**Description of the task**
The entries below contain a stretch that opens with the line containing "assert error.exit_code == edit.exit_code" and closes with the line containing "for key, item"; set down that stretch exactly, both ends included, and nothing else.

**Task inputs**

────────────────────────────────────────

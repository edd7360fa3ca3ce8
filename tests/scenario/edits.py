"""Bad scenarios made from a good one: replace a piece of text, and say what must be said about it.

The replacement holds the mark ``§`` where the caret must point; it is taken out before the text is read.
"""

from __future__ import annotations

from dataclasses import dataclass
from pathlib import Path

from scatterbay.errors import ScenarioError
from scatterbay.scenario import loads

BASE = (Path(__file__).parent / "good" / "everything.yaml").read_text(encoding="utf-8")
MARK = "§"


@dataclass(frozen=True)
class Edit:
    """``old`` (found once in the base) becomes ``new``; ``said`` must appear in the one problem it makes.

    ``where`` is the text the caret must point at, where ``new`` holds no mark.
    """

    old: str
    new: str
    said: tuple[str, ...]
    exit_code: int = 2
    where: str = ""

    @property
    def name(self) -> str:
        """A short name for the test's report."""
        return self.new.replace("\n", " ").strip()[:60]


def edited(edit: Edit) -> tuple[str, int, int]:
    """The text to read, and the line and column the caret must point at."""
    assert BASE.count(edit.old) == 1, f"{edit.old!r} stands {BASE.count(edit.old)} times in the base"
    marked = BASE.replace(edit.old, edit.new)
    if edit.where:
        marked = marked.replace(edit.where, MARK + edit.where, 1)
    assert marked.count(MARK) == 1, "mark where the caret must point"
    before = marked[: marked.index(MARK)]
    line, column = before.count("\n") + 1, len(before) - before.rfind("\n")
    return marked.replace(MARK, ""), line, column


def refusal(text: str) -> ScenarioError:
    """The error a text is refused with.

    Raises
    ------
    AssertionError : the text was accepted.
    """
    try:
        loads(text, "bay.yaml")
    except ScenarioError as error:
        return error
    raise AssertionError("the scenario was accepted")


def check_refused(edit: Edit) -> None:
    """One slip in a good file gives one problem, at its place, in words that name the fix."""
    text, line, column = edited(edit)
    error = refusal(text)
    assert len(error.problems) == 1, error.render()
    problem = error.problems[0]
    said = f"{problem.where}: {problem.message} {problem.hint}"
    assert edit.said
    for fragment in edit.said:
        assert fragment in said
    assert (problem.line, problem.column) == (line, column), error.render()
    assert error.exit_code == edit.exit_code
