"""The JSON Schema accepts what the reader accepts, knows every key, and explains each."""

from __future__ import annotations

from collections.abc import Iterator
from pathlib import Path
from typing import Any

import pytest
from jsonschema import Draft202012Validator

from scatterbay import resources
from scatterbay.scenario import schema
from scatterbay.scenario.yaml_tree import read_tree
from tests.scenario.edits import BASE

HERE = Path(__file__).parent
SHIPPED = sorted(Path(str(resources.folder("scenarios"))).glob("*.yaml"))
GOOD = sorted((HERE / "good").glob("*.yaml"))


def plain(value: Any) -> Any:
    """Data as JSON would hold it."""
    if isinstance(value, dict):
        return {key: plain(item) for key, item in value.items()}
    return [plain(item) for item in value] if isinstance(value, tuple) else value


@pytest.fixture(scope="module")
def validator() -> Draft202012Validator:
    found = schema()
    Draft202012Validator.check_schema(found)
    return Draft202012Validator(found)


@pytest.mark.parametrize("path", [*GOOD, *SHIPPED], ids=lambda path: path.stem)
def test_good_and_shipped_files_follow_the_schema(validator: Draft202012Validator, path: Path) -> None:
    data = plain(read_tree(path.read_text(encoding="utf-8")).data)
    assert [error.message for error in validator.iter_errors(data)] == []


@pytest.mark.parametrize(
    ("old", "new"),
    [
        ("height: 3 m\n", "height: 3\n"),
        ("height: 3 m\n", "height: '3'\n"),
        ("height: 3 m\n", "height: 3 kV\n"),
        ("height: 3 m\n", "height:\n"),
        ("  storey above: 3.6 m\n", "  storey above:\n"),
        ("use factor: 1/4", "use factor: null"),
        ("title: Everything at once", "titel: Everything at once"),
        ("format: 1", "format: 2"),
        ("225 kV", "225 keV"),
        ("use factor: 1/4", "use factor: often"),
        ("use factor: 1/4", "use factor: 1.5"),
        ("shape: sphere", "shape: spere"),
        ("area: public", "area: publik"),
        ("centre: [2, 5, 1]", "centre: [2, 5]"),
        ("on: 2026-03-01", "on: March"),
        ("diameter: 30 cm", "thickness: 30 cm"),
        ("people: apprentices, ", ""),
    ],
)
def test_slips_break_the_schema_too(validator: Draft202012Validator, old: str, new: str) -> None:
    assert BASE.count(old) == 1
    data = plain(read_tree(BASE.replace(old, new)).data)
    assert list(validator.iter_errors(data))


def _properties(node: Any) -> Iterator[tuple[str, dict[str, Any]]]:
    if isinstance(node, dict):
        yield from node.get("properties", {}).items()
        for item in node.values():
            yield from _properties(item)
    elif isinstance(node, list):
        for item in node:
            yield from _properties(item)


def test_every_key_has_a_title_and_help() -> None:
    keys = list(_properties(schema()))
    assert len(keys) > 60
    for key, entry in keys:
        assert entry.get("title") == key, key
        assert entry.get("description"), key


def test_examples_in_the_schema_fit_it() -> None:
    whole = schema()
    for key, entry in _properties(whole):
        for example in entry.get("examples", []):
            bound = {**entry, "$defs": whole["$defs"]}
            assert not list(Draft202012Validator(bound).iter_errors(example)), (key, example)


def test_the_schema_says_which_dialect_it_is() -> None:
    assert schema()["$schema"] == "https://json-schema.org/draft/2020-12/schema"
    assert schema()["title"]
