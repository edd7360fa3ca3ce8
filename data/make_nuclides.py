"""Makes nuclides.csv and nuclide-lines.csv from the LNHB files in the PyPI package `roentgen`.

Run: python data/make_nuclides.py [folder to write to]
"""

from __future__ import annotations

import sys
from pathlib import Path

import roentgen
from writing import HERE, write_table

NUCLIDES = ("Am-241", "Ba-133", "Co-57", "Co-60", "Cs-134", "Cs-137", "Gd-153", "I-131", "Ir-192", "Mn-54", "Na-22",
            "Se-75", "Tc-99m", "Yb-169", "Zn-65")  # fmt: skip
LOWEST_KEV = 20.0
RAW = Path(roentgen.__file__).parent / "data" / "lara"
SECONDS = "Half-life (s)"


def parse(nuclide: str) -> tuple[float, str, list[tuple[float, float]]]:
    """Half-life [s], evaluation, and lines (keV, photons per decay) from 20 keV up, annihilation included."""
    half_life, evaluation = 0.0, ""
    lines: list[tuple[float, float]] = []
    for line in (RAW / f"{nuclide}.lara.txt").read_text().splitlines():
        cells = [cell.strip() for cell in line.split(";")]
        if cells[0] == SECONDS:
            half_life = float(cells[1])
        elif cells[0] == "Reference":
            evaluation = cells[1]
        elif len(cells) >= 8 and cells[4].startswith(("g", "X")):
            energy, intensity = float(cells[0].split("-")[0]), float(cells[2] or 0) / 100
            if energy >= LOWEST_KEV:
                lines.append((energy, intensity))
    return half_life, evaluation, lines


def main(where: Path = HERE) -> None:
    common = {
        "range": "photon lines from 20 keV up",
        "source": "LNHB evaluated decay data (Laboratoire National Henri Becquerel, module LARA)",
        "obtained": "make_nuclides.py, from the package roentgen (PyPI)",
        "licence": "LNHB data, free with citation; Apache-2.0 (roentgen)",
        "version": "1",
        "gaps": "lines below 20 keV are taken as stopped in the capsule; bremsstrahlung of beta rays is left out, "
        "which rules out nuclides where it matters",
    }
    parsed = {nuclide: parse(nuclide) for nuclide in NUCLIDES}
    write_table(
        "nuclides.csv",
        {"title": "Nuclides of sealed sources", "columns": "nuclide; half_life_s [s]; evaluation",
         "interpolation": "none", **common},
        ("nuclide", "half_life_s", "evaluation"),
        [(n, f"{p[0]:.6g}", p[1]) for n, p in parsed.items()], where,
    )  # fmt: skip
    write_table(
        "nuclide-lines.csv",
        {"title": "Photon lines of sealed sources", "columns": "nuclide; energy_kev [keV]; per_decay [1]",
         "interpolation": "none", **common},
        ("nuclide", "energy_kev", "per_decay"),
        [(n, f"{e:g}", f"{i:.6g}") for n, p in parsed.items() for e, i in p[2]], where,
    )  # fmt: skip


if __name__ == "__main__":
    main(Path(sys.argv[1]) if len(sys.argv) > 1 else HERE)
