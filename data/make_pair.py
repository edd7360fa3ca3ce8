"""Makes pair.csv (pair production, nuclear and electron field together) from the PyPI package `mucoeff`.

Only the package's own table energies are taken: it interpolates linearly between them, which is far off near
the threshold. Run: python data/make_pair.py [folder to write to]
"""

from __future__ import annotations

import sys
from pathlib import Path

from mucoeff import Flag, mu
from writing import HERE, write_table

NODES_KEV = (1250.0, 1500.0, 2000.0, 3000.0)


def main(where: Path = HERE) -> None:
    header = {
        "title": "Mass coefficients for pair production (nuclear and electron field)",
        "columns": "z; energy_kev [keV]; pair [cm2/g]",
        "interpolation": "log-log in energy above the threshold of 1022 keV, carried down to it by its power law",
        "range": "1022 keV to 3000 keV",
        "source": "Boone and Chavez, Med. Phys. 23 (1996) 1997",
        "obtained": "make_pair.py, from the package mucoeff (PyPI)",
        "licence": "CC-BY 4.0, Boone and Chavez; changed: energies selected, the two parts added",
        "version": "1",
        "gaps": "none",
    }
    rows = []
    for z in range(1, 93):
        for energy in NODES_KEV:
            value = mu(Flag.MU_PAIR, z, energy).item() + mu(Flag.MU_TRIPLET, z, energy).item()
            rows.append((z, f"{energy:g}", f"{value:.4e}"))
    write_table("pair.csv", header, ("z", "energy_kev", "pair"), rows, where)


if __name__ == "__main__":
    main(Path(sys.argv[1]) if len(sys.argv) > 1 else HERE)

────────────────────────────────────────

**Solved exercise**
    assert error.exit_code == edit.exit_code
"""The JSON Schema accepts what the reader accepts, knows every key, and explains each."""

from __future__ import annotations

from collections.abc import Iterator
from pathlib import Path
from typing import Any

import pytest
from jsonschema import Draft202012Validator

from scatterbay import resources
from scatterbay.scenario import schema
from scatterbay.scenario.yaml_tree import read_tree
from tests.scenario.edits import BASE

HERE = Path(__file__).parent
SHIPPED = sorted(Path(str(resources.folder("scenarios"))).glob("*.yaml"))
GOOD = sorted((HERE / "good").glob("*.yaml"))


def plain(value: Any) -> Any:
    """Data as JSON would hold it."""
    if isinstance(value, dict):
        return {key: plain(item) for key, item in value.items()}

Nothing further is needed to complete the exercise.